Step 1: Rearranging Summations
The first step is to, rearrange summations so that we are not summing over variables that do not depend on the summed variable:
\[\begin{align*} &\displaystyle\sum_{A} \Pr(A) \sum_{B} \times \Pr(B) \times \sum_{C} \Pr(C | A) \Pr(d | A, B) \\ \times & \sum_{E} \Pr(E | C) \sum_{F}\Pr(F | d) \\\times & \sum_{G}\Pr(G) \Pr(h |E , F) \Pr(\neg i | F, G) \\ \times & \sum_{J} \Pr(J | h, \neg i) \times \sum_{K} \Pr(K | \neg i) \end{align*}\]We can further rearrange the terms:
\[\begin{align*} & \displaystyle\sum_{A} \Pr(A) \times \sum_{B} \Pr(B) \Pr(d | A, B) \times \sum_{C} \Pr(C | A) \\ \times & \sum_{E} \Pr(E | C) \times \sum_{F}\Pr(F | d)\Pr(h |E , F) \\\times & \sum_{G}\Pr(G) \Pr(\neg i | F, G) \\ \times & \sum_{J} \Pr(J | h, \neg i) \times \sum_{K} \Pr(K | \neg i)\end{align*}\]Step 2: Getting Constant Factors
Now start computing from the last summation to the first.

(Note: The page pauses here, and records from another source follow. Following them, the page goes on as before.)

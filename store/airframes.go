package store

import (
	"context"
	"encoding/json"

	"github.com/jackc/pgx/v5"

	"github.com/rotorwright/rotorwright/fleet"
)

// airframeCols ends with whether an overdue grounding rule grounds the
// airframe (its status is derived from that and the manual hold).
const airframeCols = `id, code, name, model, layout, cells_s, packs_per_flight, empty_mass_g, mtow_g,
	rotor_diameter_mm, hold_reason, retired_at, notes, version, created_at, updated_at,
	` + groundedByRule

const groundedByRule = `EXISTS (SELECT 1 FROM due_items d
	WHERE d.airframe_id = airframes.id AND d.status = 'overdue' AND d.grounding)`

func scanAirframe(row pgx.Row) (*fleet.Airframe, error) {
	var a fleet.Airframe
	err := row.Scan(&a.ID, &a.Code, &a.Name, &a.Model, &a.Layout, &a.CellsS, &a.PacksPerFlight,
		&a.EmptyMassG, &a.MTOWG, &a.RotorDiameterMM, &a.HoldReason, &a.RetiredAt, &a.Notes,
		&a.Version, &a.CreatedAt, &a.UpdatedAt, &a.GroundedByRule)
	if err != nil {
		return nil, err
	}
	a.DeriveStatus()
	return &a, nil
}

// CreateAirframe inserts an airframe.
func (db *DB) CreateAirframe(ctx context.Context, a *fleet.Airframe) (*fleet.Airframe, error) {
	if err := a.Validate(); err != nil {
		return nil, err
	}
	var out *fleet.Airframe
	err := db.inTx(ctx, func(tx pgx.Tx) error {
		var err error
		out, err = scanAirframe(tx.QueryRow(ctx, `
			INSERT INTO airframes (id, code, name, model, layout, cells_s, packs_per_flight, empty_mass_g,
				mtow_g, rotor_diameter_mm, hold_reason, notes)
			VALUES ($1, $2, $3, $4, $5, $6, $7, $8, $9, $10, $11, $12)
			RETURNING `+airframeCols,
			newID(), a.Code, a.Name, a.Model, a.Layout, a.CellsS, a.PacksPerFlight, a.EmptyMassG,
			a.MTOWG, a.RotorDiameterMM, a.HoldReason, a.Notes))
		if err != nil {
			return err
		}
		return audit(ctx, tx, "airframe", out.ID, nil, out)
	})
	return out, err
}

// Airframe returns one airframe.
func (db *DB) Airframe(ctx context.Context, id string) (*fleet.Airframe, error) {
	a, err := scanAirframe(db.pool.QueryRow(ctx, `SELECT `+airframeCols+` FROM airframes WHERE id = $1`, id))
	if err != nil {
		return nil, translateNotFound(err, "airframe")
	}
	return a, nil
}

// AirframeByCode returns the airframe with a tail code.
func (db *DB) AirframeByCode(ctx context.Context, code string) (*fleet.Airframe, error) {
	a, err := scanAirframe(db.pool.QueryRow(ctx, `SELECT `+airframeCols+` FROM airframes WHERE code = $1`, code))
	if err != nil {
		return nil, translateNotFound(err, "airframe")
	}
	return a, nil
}

// AirframeFilter narrows a listing.
type AirframeFilter struct {
	Status string
	Model  string
	Layout string
}

// Airframes lists airframes in id order, one keyset page.
func (db *DB) Airframes(ctx context.Context, f AirframeFilter, p Page) ([]*fleet.Airframe, string, error) {
	after, err := p.afterID()
	if err != nil {
		return nil, "", err
	}
	rows, err := db.pool.Query(ctx, `
		SELECT `+airframeCols+` FROM airframes
		WHERE ($1::uuid IS NULL OR id > $1)
		  AND ($2 = '' OR model = $2)
		  AND ($3 = '' OR layout = $3)
		  AND ($4 = '' OR CASE WHEN retired_at IS NOT NULL THEN 'retired'
		                       WHEN hold_reason IS NOT NULL OR `+groundedByRule+` THEN 'grounded' ELSE 'active' END = $4)
		ORDER BY id LIMIT $5`, after, f.Model, f.Layout, f.Status, p.Limit+1)
	if err != nil {
		return nil, "", translate(err)
	}
	list, err := collect(rows, scanAirframe)
	if err != nil {
		return nil, "", err
	}
	return page(list, p.Limit, func(a *fleet.Airframe) string { return a.ID })
}

// UpdateAirframe applies fn to the airframe at version under a row lock and
// writes it back. A stale version yields EPRECONDITION.
func (db *DB) UpdateAirframe(ctx context.Context, id string, version int, fn func(*fleet.Airframe) error) (*fleet.Airframe, error) {
	var out *fleet.Airframe
	err := db.inTx(ctx, func(tx pgx.Tx) error {
		before, err := scanAirframe(tx.QueryRow(ctx, `SELECT `+airframeCols+` FROM airframes WHERE id = $1 FOR UPDATE`, id))
		if err != nil {
			return translateNotFound(err, "airframe")
		}
		if before.Version != version {
			return versionMismatch()
		}
		if before.RetiredAt != nil {
			return fleet.Errorf(fleet.ECONFLICT, "airframe %s is retired", before.Code)
		}
		a := clone(before)
		if err := fn(a); err != nil {
			return err
		}
		if err := a.Validate(); err != nil {
			return err
		}
		out, err = scanAirframe(tx.QueryRow(ctx, `
			UPDATE airframes SET code = $2, name = $3, model = $4, layout = $5, cells_s = $6,
				packs_per_flight = $7, empty_mass_g = $8, mtow_g = $9, rotor_diameter_mm = $10,
				hold_reason = $11, notes = $12, version = version + 1, updated_at = now()
			WHERE id = $1 RETURNING `+airframeCols,
			id, a.Code, a.Name, a.Model, a.Layout, a.CellsS, a.PacksPerFlight, a.EmptyMassG, a.MTOWG,
			a.RotorDiameterMM, a.HoldReason, a.Notes))
		if err != nil {
			return err
		}
		if out.Layout != before.Layout {
			if err := checkNoCurrentFits(ctx, tx, id); err != nil {
				return err
			}
		}
		return audit(ctx, tx, "airframe", id, before, out)
	})
	return out, err
}

// RetireAirframe retires an airframe: its records stay (they must be kept
// with the aircraft), every part still fitted is removed at the same moment.
func (db *DB) RetireAirframe(ctx context.Context, id string, version int) (*fleet.Airframe, error) {
	var out *fleet.Airframe
	err := db.inTx(ctx, func(tx pgx.Tx) error {
		before, err := scanAirframe(tx.QueryRow(ctx, `SELECT `+airframeCols+` FROM airframes WHERE id = $1 FOR UPDATE`, id))
		if err != nil {
			return translateNotFound(err, "airframe")
		}
		if before.Version != version {
			return versionMismatch()
		}
		if before.RetiredAt != nil {
			return fleet.Errorf(fleet.ECONFLICT, "airframe %s is already retired", before.Code)
		}
		now := db.now()
		if _, err := closeFits(ctx, tx, fitsOfAirframe, id, now, "airframe retired"); err != nil {
			return err
		}
		out, err = scanAirframe(tx.QueryRow(ctx, `
			UPDATE airframes SET retired_at = $2, version = version + 1, updated_at = now()
			WHERE id = $1 RETURNING `+airframeCols, id, now))
		if err != nil {
			return err
		}
		return audit(ctx, tx, "airframe", id, before, out)
	})
	return out, err
}

func checkNoCurrentFits(ctx context.Context, tx pgx.Tx, airframeID string) error {
	var n int
	if err := tx.QueryRow(ctx, `SELECT count(*) FROM fits WHERE airframe_id = $1 AND upper_inf(during)`, airframeID).Scan(&n); err != nil {
		return err
	}
	if n > 0 {
		return &fleet.Error{Code: fleet.ECONFLICT, Field: "layout", Message: "remove the fitted parts before changing the layout"}
	}
	return nil
}

// Layout returns a layout by name.
func (db *DB) Layout(ctx context.Context, name string) (*fleet.Layout, error) {
	return layoutTx(ctx, db.pool, name)
}

type querier interface {
	QueryRow(ctx context.Context, sql string, args ...any) pgx.Row
}

func layoutTx(ctx context.Context, q querier, name string) (*fleet.Layout, error) {
	var l fleet.Layout
	var raw []byte
	err := q.QueryRow(ctx, `SELECT name, builtin, positions FROM layouts WHERE name = $1`, name).Scan(&l.Name, &l.Builtin, &raw)
	if err != nil {
		return nil, translateNotFound(err, "layout")
	}
	if err := json.Unmarshal(raw, &l.Positions); err != nil {
		return nil, err
	}
	return &l, nil
}

// Layouts lists every layout.
func (db *DB) Layouts(ctx context.Context) ([]*fleet.Layout, error) {
	rows, err := db.pool.Query(ctx, `SELECT name, builtin, positions FROM layouts ORDER BY name`)
	if err != nil {
		return nil, translate(err)
	}
	return collect(rows, func(r pgx.Row) (*fleet.Layout, error) {
		var l fleet.Layout
		var raw []byte
		if err := r.Scan(&l.Name, &l.Builtin, &raw); err != nil {
			return nil, err
		}
		return &l, json.Unmarshal(raw, &l.Positions)
	})
}

// CreateLayout adds a user-defined layout.
func (db *DB) CreateLayout(ctx context.Context, l *fleet.Layout) (*fleet.Layout, error) {
	if err := l.Validate(); err != nil {
		return nil, err
	}
	l.Builtin = false
	err := db.inTx(ctx, func(tx pgx.Tx) error {
		pos, err := json.Marshal(l.Positions)
		if err != nil {
			return err
		}
		if _, err := tx.Exec(ctx, `INSERT INTO layouts (name, positions) VALUES ($1, $2)`, l.Name, pos); err != nil {
			return err
		}
		return audit(ctx, tx, "layout", l.Name, nil, l)
	})
	if err != nil {
		return nil, err
	}
	return l, nil
}

// collect scans every row with scan.
func collect[T any](rows pgx.Rows, scan func(pgx.Row) (T, error)) ([]T, error) {
	defer rows.Close()
	var out []T
	for rows.Next() {
		v, err := scan(rows)
		if err != nil {
			return nil, translate(err)
		}
		out = append(out, v)
	}
	return out, translate(rows.Err())
}

// page trims a limit+1 fetch to limit and returns the next cursor.
func page[T any](list []T, limit int, id func(T) string) ([]T, string, error) {
	ids := make([]string, len(list))
	for i, v := range list {
		ids[i] = id(v)
	}
	next := nextCursor(ids, limit)
	if len(list) > limit {
		list = list[:limit]
	}
	return list, next, nil
}

func translateNotFound(err error, what string) error {
	if err == pgx.ErrNoRows {
		return notFound(what)
	}
	return translate(err)
}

\[\begin{align*} &\sum_{A}\Pr(A)\sum_{B} \Pr(B)\Pr(d | A, B) \sum_{C} \Pr(C | A) \sum_{E} \Pr(E | C) \\ &\sum_{F} \Pr(F | d) \Pr(h | E, F) \sum_{G} \Pr(G)\Pr(i | F, G) \\ &\sum_{J} \Pr(J | h, \neg i) \\ &\sum_{K} \Pr(K | \neg i) \\ \end{align*}\]Now, $\displaystyle\sum_{A} \Pr(K | \neg i) = \Pr(k | \neg i) + \Pr(\neg k | \neg i) = c_1$. The value of $c_1$ does not depend on any of the variables so we can move it to the front. Now we have a new expression that does not have the variable $K$. $K$ has been eliminated and we have the following expression:
\[\begin{align*} c_1 &\sum_{A} \Pr(A) \sum_{B} \Pr(B)Pr(d | A, B) \sum_{C} \Pr(C | A) \sum_{E} \Pr(E | C) \\ &\sum_{F} \Pr(F | d) \Pr(h | E, F) \sum_{G} \Pr(G)Pr(i | F, G) \\ &\sum_{J} \Pr(J | h, \neg i) \end{align*}\]Similar to $K$, here $\sum_{J} \Pr(J | h, \neg i) = \Pr(j | h, \neg i) + \Pr(\neg j | h, \neg i) = c_2$, and we can eliminate $J$ and get the follwing expression:
\[\begin{align*} c_1 c_2 &\sum_{A} \Pr(A) \sum_{B} \Pr(B)Pr(d | A, B) \sum_{C} \Pr(C | A) \sum_{E} \Pr(E | C) \\ &\sum_{F} \Pr(F | d) \Pr(h | E, F) \sum_{G} \Pr(G)Pr(i | F, G) \end{align*}\]Step 3: Introducing functions
Now, $\Pr(\neg i | F, g)$ depends on the value of $F$, so this is not a single number. So the sum depends on $F$. Once $F$ is fixed to $f$ or $\neg f$, the sum yields a fixed number. We introduce a function to represent this sum:
\[\begin{align*} f_1(F) &= \Pr(g) \Pr(\neg i | F, g) + \Pr(\neg g) \Pr(\neg i | F, \neg g) \\f_1(f) &= \Pr(g) \Pr(\neg i | f, g) + \Pr(\neg g) \Pr(\neg i | f, g) \\f_1(\neg f) &= \Pr(g) \Pr(\neg i | \neg f, g) + \Pr(\neg g) \Pr(\neg i | \neg f, g) \end{align*}\]We can proceed by systematically eliminating variables one at a time until we sum over $A$, resulting in a singular value equivalent to $\Pr(d, h, \neg i)$. By executing a similar operation, we obtain $\Pr(\neg d, h, \neg i)$. Normalizing these two values yields $\Pr(d | h, i)$ and $\Pr(\neg d | h, i)$. Alternatively, we may retain $D$ as a variable and calculate a function of $D$, denoted as $f_k(D)$, which yields the desired outcomes through its two values $f_k(d)$ and $f_k(\neg d)$. This method is referred to as variable elimination. Through the computation of intermediate functions such as $f_1(F)$, $f_2(E)$, etc., we effectively store values for multiple uses throughout the computation. Thus, variable elimination serves as a dynamic programming technique, optimizing efficiency by preserving sub-computations to circumvent redundant calculations.
Generally, at each stage, elimination focuses on the innermost variable to compute a new function spanning the variables within that sum. This function assigns a specific number to each unique combination of its arguments. We archive these functions in a table, dedicating one entry to each variable instantiation. The magnitude of these tables grows exponentially with the number of variables involved in the sum, for example, contingent on the values of D and E. Consequently, the resultant table will encompass $|Dom[D]|*|Dom[E]|$ distinct values.